• _EXTRACTED INFORMATION_
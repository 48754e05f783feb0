//! Writes a generated [`TrussLayout`] as RON text in the model schema, so a
//! generated truss can be saved, edited and read back like any hand-written
//! model. Only the input layer knows RON; the generator stays format-free.
//!
//! The layout carries no sections or material, so placeholder values for the
//! layout's unit system are written (an older medium steel and two generic
//! built-up sections, `chord` and `web`); the header comment tells the user to
//! edit them before use.

use crate::generate::{TrussLayout, UnitSystem};
use std::fmt::Write as _;

/// Placeholder material and sections for one unit system.
struct Placeholders {
    units: [&'static str; 4],
    /// `e`, `fy`, `fu`.
    steel: [f64; 3],
    /// `area`, `i_in`, `i_out` of the `chord` and `web` sections.
    chord: [f64; 3],
    web: [f64; 3],
}

fn placeholders(units: UnitSystem) -> Placeholders {
    match units {
        UnitSystem::Us => Placeholders {
            units: ["ft", "kip", "in", "ksi"],
            steel: [29000.0, 33.0, 60.0],
            chord: [14.7, 310.0, 355.0],
            web: [6.2, 41.0, 18.5],
        },
        UnitSystem::Si => Placeholders {
            units: ["m", "kN", "mm", "MPa"],
            steel: [200000.0, 235.0, 360.0],
            chord: [9500.0, 1.3e8, 1.5e8],
            web: [4000.0, 1.7e7, 7.7e6],
        },
    }
}

/// Load lists up to this length are written on one line.
const INLINE_LOADS: usize = 6;
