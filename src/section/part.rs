//! The kinds of part a built-up truss member is made of, how each is placed
//! and turned in the section, and each part's own area and second moments.
//!
//! Every shape is described in a *datum frame* fixed to its outer faces (so a
//! thickness loss taken from the inner faces leaves the outer faces where they
//! were), then turned by its [`Orientation`] and placed so that its as-built
//! centroid sits at the part's `x`, `y`.

use super::condition::{apply_loss, Condition, Loss};
use super::holes::Hole;
use super::SectionError;

/// A part's cross-section, in its reference orientation.
///
/// Fillets and root radii of rolled shapes are neglected throughout: every
/// rolled shape is idealised as straight-sided rectangles and (for sloped
/// flanges) trapezoids. Computed values therefore fall slightly below the steel
/// tables, typically by 1–3 %.
#[derive(Debug, Clone, PartialEq)]
pub enum Shape {
    /// Flat plate: `width` along x, `thickness` along y, centred on its centroid.
    Plate { width: f64, thickness: f64 },
    /// A shape typed from a steel table by its properties about its own
    /// centroid, reference axes x horizontal, y vertical. `depth` (along y) and
    /// `width` (along x) are only used for drawing and extreme fibres; when
    /// absent, the rectangle with the same area and second moments is used
    /// (`b = √(12·Iy/A)`, `h = √(12·Ix/A)`), an estimate that the section
    /// reports through `SectionProperties::extents_estimated`.
    Given {
        area: f64,
        ix: f64,
        iy: f64,
        ixy: f64,
        depth: Option<f64>,
        width: Option<f64>,
    },
    /// Channel: web along y with its back on the −x side, toes pointing +x.
    /// `flange_slope` is the rise/run of the inner flange face (0 for parallel
    /// flanges; old American standard channels ≈ 1/6, 16.67 % — from memory).
    /// With a slope, `flange_thickness` is the average thickness, taken at the
    /// middle of the flange's free projection `flange_width − web_thickness`,
    /// and each flange is modelled as a trapezoid.
    Channel {
        depth: f64,
        flange_width: f64,
        web_thickness: f64,
        flange_thickness: f64,
        flange_slope: f64,
    },
    /// Angle: heel at the lower left, `leg_x` running along +x and `leg_y`
    /// along +y (legs into the ++ quadrant).
    Angle {
        leg_x: f64,
        leg_y: f64,
        thickness: f64,
    },
    /// I-shape (W, S or built-in beam): web along y, flanges along x, so the
    /// strong axis is x. Sloped inner flange faces as for [`Shape::Channel`],
    /// the free projection of each flange half being `(flange_width − web_thickness)/2`.
    IShape {
        depth: f64,
        flange_width: f64,
        web_thickness: f64,
        flange_thickness: f64,
        flange_slope: f64,
    },
    /// Tee: flange on top along x, stem pointing −y; `depth` is overall.
    Tee {
        depth: f64,
        flange_width: f64,
        stem_thickness: f64,
        flange_thickness: f64,
    },
    /// Solid round bar.
    RoundBar { diameter: f64 },
    /// Solid square bar.
    SquareBar { side: f64 },
    /// Circular hollow section.
    Pipe { outer_diameter: f64, wall: f64 },
    /// Rectangular hollow section with sharp corners: `width` along x,
    /// `height` along y. Give the wall to be used in design (for welded tubes
    /// that is often 0.93 × nominal — common practice).
    RectTube { width: f64, height: f64, wall: f64 },
    /// Eye-bar shank: the same rectangle as a plate but with its `width` along
    /// y (in the truss plane) and `thickness` along x; kept as its own kind so
    /// reports can name it.
    EyeBar { width: f64, thickness: f64 },
}
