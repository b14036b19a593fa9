import { createApp } from './app';
import { createDb, migrateDb } from './db/client';
import { readConfig } from './lib/config';
import { seedDatabase } from './seed';

const config = readConfig();
const db = createDb(config.dbFile);
migrateDb(db);
await seedDatabase(db, config);

const app = createApp({ db, config });
app.listen(config.port, config.host, () => {
  console.log(`Syconium is running at http://${config.host === '0.0.0.0' ? 'localhost' : config.host}:${config.port}/`);
});
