// Bench of GET /api/atlas/near: 1,000,000 synthetic reports clustered around a few thousand grower
// places and 5,000 stations in a temporary database, plus the shipped NOAA normals (7,501 stations; their
// load time and how much of the contiguous US they cover are printed first); at 50 km and 200 km it prints the endpoint's
// median and p95 latency over HTTP, the same aggregation as one raw indexed SQL query (the floor),
// and a brute-force scan of every row. `NEAR_BENCH_REPORTS=100000 npm run bench -- near` for a quick run.
import fs from 'node:fs';
import type { AddressInfo } from 'node:net';
import os from 'node:os';
import path from 'node:path';
import { performance } from 'node:perf_hooks';
import { createApp } from '../../server/app';
import { createDb, migrateDb, type Db } from '../../server/db/client';
import { readConfig } from '../../server/lib/config';
import { seededRandom } from '../../server/seed/random';
import { boundingBox } from '../../shared/domain/geo';
import { toPublicPoint } from '../../shared/domain/public-grid';
import { CROPS, GROWING_FORMS, OUTCOMES } from '../../shared/domain/codes';
import { FORM_HEAD_START_DAYS } from '../../shared/domain/season-fit';
import { bulkLoad } from '../bulk-load';
import { loadShippedNormals } from '../../server/normals/normals.repo';
import { CELL_SEASON_RADIUS_KM } from '../../server/atlas/chance-data';
import { readStationSnapshot, stationSeasonsInBoxes } from '../../server/stations/station-snapshot';
import { estimateSeason } from '../../shared/domain/season-estimate';
import { COVERAGE_RADIUS_KM, normalsCoverage } from './normals-coverage';

const REPORTS = Number(process.env.NEAR_BENCH_REPORTS ?? 1_000_000);
const CLUSTERS = 3_000;
const GROWERS = Math.max(CLUSTERS, Math.round(REPORTS / 60));
const STATIONS = 5_000;
const VARIETIES = 60;
const SEASONS = [2021, 2022, 2023, 2024, 2025];
const HTTP_QUERIES = 200;
const SQL_QUERIES = 200;
const SCAN_QUERIES = 5;
const RADII = [50, 200] as const;
const TARGET_MEDIAN_MS: Record<(typeof RADII)[number], number> = { 50: 10, 200: 50 };

/** The bench stations' typical frost-free days at a latitude (before each station's own noise). */
const benchSeasonDays = (lat: number) => 330 - (lat - 29) * 7;
/** Bench variety v's days to ripen (v from 0). */
const benchNeedDays = (v: number) => 120 + (v % 9) * 10;

/** Regions where the synthetic growers live: North America's fig belt and the cool north, and Europe. */
const REGIONS = [
  { minLat: 29, maxLat: 48, minLon: -123, maxLon: -70, weight: 0.6 },
  { minLat: 36, maxLat: 56, minLon: -9, maxLon: 28, weight: 0.4 },
];

const random = seededRandom(7_2026);
const gauss = () => Math.sqrt(-2 * Math.log(1 - random())) * Math.cos(2 * Math.PI * random());

function randomPlace(): { lat: number; lon: number } {
  const region = random() < REGIONS[0]!.weight ? REGIONS[0]! : REGIONS[1]!;
  return { lat: region.minLat + random() * (region.maxLat - region.minLat), lon: region.minLon + random() * (region.maxLon - region.minLon) };
}
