/** A report of the demo atlas: the story's report shape, on a numbered tree, with practices and a status. */
export interface AtlasReport extends Omit<DemoReport, 'treeKey'> {
  treeIndex: number;
  winterProtection: string;
  feeding: string;
  watering: string;
  status: Extract<ReportStatus, 'published' | 'draft'>;
  /** When the grower posted it: after the crop's season (never after `now`). */
  createdAt: string;
}

export interface DemoAtlas {
  growers: AtlasGrower[];
  trees: AtlasTree[];
  reports: AtlasReport[];
  /** Open flags other demo growers raised (indexes into `reports` and `growers`). */
  flags: { reportIndex: number; growerIndex: number; reason: string }[];
  /** Reports the demo editor hid, with the reason the author sees. */
  hidden: { reportIndex: number; reason: string }[];
}

interface AtlasTown {
  name: string;
  lat: number;
  lon: number;
  seasonDays: number;
  springFrostDoy: number;
  /** Heat in a typical year (GDD base 50 °F) where the story gives one. */
  heatF?: number;
  weight: number;
}

/** Days of head start a growing form gives in the story (a pot warms early, a greenhouse more). */
const HEAD_START: Record<GrowingForm, number> = { ground: 0, container: 21, wall: 14, greenhouse: 45 };
/** Days pinching the tips gains in the story. */
const PINCH_GAIN = 8;
/** Days a tree killed back to the ground loses before its main crop starts. */
const DIEBACK_LOSS = 18;
/** The character of each demo season, shared by every town: 2023 was a cool one. */
const YEAR_SHIFT: Record<number, number> = { 2021: 4, 2022: -2, 2023: -11, 2024: 9, 2025: 1 };

/** 'YYYY-MM-DD' of a day of the year (kept within the year). */
function isoDate(year: number, dayOfYear: number): string {
  const day = Math.max(1, Math.min(365, Math.round(dayOfYear)));
  return new Date(Date.UTC(year, 0, day)).toISOString().slice(0, 10);
}

const clamp = (x: number, lo: number, hi: number) => Math.min(hi, Math.max(lo, x));

/** An e-mail local part from a name: ASCII letters only ("Sørlie" becomes "sorlie"). */
function slug(name: string): string {
  return name
    .normalize('NFD')
    .replace(/\p{M}/gu, '')
    .replace(/ø/gi, 'o')
    .toLowerCase()
    .replace(/[^a-z]+/g, '.')
    .replace(/^\.|\.$/g, '');
}

/** Whether a point lies in one of the demo wasp areas (the story's only wasp records). */
export function inDemoWaspArea(lat: number, lon: number): boolean {
  return WASP_POLYGONS.some(({ box, polygon }) => lat >= box.minLat && lat <= box.maxLat && lon >= box.minLon && lon <= box.maxLon && booleanPointInPolygon(point([lon, lat]), polygon));
}

const WASP_POLYGONS = DEMO_WASP_AREAS.map(({ coordinates }) => {
  const ring = coordinates[0]!;
  const lats = ring.map((p) => p[1]!);
  const lons = ring.map((p) => p[0]!);
  return {
    polygon: { type: 'Polygon' as const, coordinates },
    box: { minLat: Math.min(...lats), maxLat: Math.max(...lats), minLon: Math.min(...lons), maxLon: Math.max(...lons) },
  };
});

function weightedPick<T>(random: () => number, items: readonly T[], weight: (item: T) => number): T {
  const weights = items.map(weight);
  let r = random() * weights.reduce((a, b) => a + b, 0);
  for (let i = 0; i < items.length; i++) {
    r -= weights[i]!;
    if (r < 0) return items[i]!;
  }
  return items[items.length - 1]!;
}

/** How likely a grower in a town picks a variety: short seasons lean to early figs, wasp areas to Smyrna. */
function varietyWeight(variety: DemoVariety, seasonDays: number, wasp: boolean): number {
  const popularity = { early: 3, mid: 2, late: 1 }[variety.ripeningClass ?? 'mid'];
  let w = popularity;
  if (seasonDays < 175) w *= variety.ripeningClass === 'early' ? 1.6 : variety.ripeningClass === 'late' ? 0.6 : 1;
  else if (seasonDays >= 230) w *= variety.ripeningClass === 'late' ? 1.6 : variety.ripeningClass === 'early' ? 0.7 : 1;
  if (variety.figType === 'smyrna') w *= wasp ? 2.5 : 0.5;
  if (variety.figType === 'san-pedro') w *= wasp ? 1.6 : 0.8;
  return w;
}

function formFor(random: () => number, seasonDays: number): GrowingForm {
  const r = random();
  if (seasonDays < 170) return r < 0.4 ? 'ground' : r < 0.8 ? 'container' : r < 0.91 ? 'wall' : 'greenhouse';
  if (seasonDays < 215) return r < 0.58 ? 'ground' : r < 0.82 ? 'container' : r < 0.95 ? 'wall' : 'greenhouse';
  return r < 0.86 ? 'ground' : r < 0.97 ? 'container' : 'wall';
}

const TREE_LABELS: Record<GrowingForm, string[]> = {
  ground: ['by the back fence', 'in the front yard', 'by the driveway', 'near the shed', 'at the allotment'],
  wall: ['on the south wall', 'against the garage', 'by the brick wall'],
  container: ['in the big pot', 'patio pot', 'in the half barrel', 'on the balcony'],
  greenhouse: ['in the greenhouse', 'in the hoop house'],
};
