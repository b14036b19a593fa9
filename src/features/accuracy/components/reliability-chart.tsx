import { CartesianGrid, ComposedChart, Line, ResponsiveContainer, Scatter, Tooltip, XAxis, YAxis, ZAxis } from 'recharts';
import type { ModelAccuracy } from '@shared/schemas/accuracy';

const pct = (x: number) => Math.round(x * 100);

/**
 * Reliability diagram: for each tenth of the predicted chance, the share of tree-seasons that gave
 * an edible crop, against the mean chance given; on the diagonal, the chance means what it says.
 * Dot area follows the count.
 */
export function ReliabilityChart({ bins }: { bins: ModelAccuracy['bins'] }) {
  const points = bins
    .filter((b) => b.count > 0 && b.meanPredicted !== null && b.observed !== null)
    .map((b) => ({ predicted: pct(b.meanPredicted!), observed: pct(b.observed!), count: b.count, band: `${pct(b.from)}–${pct(b.to)} %` }));
  const diagonal = [
    { predicted: 0, ideal: 0 },
    { predicted: 100, ideal: 100 },
  ];
  return (
    <div className="h-72 w-full" role="img" aria-label="Reliability diagram: observed share of edible crops against the predicted chance, in ten bins">
      <ResponsiveContainer width="100%" height="100%" initialDimension={{ width: 480, height: 260 }}>
        <ComposedChart margin={{ top: 12, right: 12, bottom: 20, left: 8 }}>
          <CartesianGrid strokeDasharray="3 3" stroke="#efdfe8" />
          <XAxis type="number" dataKey="predicted" domain={[0, 100]} ticks={[0, 20, 40, 60, 80, 100]} unit=" %" tick={{ fontSize: 11 }} label={{ value: 'Chance given', position: 'insideBottom', offset: -12, fontSize: 11, fill: '#2b2230' }} />
          <YAxis type="number" domain={[0, 100]} ticks={[0, 20, 40, 60, 80, 100]} unit=" %" tick={{ fontSize: 11 }} label={{ value: 'Edible crop seen', angle: -90, position: 'insideLeft', offset: 4, dy: 50, fontSize: 11, fill: '#2b2230' }} />
          <ZAxis type="number" dataKey="count" range={[30, 400]} />
          <Line data={diagonal} dataKey="ideal" stroke="#b59aab" strokeDasharray="4 3" dot={false} isAnimationActive={false} legendType="none" />
          <Scatter data={points} dataKey="observed" fill="#5e8a57" isAnimationActive={false} />
          <Tooltip
            cursor={false}
            formatter={(value, name) => [`${value} %`, name === 'observed' ? 'edible crop seen' : String(name)]}
            content={({ active, payload }) => {
              const p = active && payload?.[0]?.payload as (typeof points)[number] | undefined;
              if (!p || !('count' in p)) return null;
              return (
                <div className="rounded border border-fig-100 bg-white px-2 py-1 text-xs shadow">
                  Chance {p.band}: {p.count} tree-seasons, mean chance {p.predicted} %, edible crop in {p.observed} %
                </div>
              );
            }}
          />
        </ComposedChart>
      </ResponsiveContainer>
    </div>
  );
}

• _PROBLEM REQUIREMENTS_
Taking the entries above, write out exactly each line from the one holding "CROPS, GROWING_FORMS, OUTCOMES" to the one holding "const SEASONS = [2021, 2022, 2023, 2024, 2025];", both included, and stop there.

• _YOUR SOLUTION_
import { CROPS, GROWING_FORMS, OUTCOMES } from '../../shared/domain/codes';
import { FORM_HEAD_START_DAYS } from '../../shared/domain/season-fit';
import { bulkLoad } from '../bulk-load';
import { loadShippedNormals } from '../../server/normals/normals.repo';
import { CELL_SEASON_RADIUS_KM } from '../../server/atlas/chance-data';
import { readStationSnapshot, stationSeasonsInBoxes } from '../../server/stations/station-snapshot';
import { estimateSeason } from '../../shared/domain/season-estimate';
import { COVERAGE_RADIUS_KM, normalsCoverage } from './normals-coverage';

const REPORTS = Number(process.env.NEAR_BENCH_REPORTS ?? 1_000_000);
const CLUSTERS = 3_000;
const GROWERS = Math.max(CLUSTERS, Math.round(REPORTS / 60));
const STATIONS = 5_000;
const VARIETIES = 60;
const SEASONS = [2021, 2022, 2023, 2024, 2025];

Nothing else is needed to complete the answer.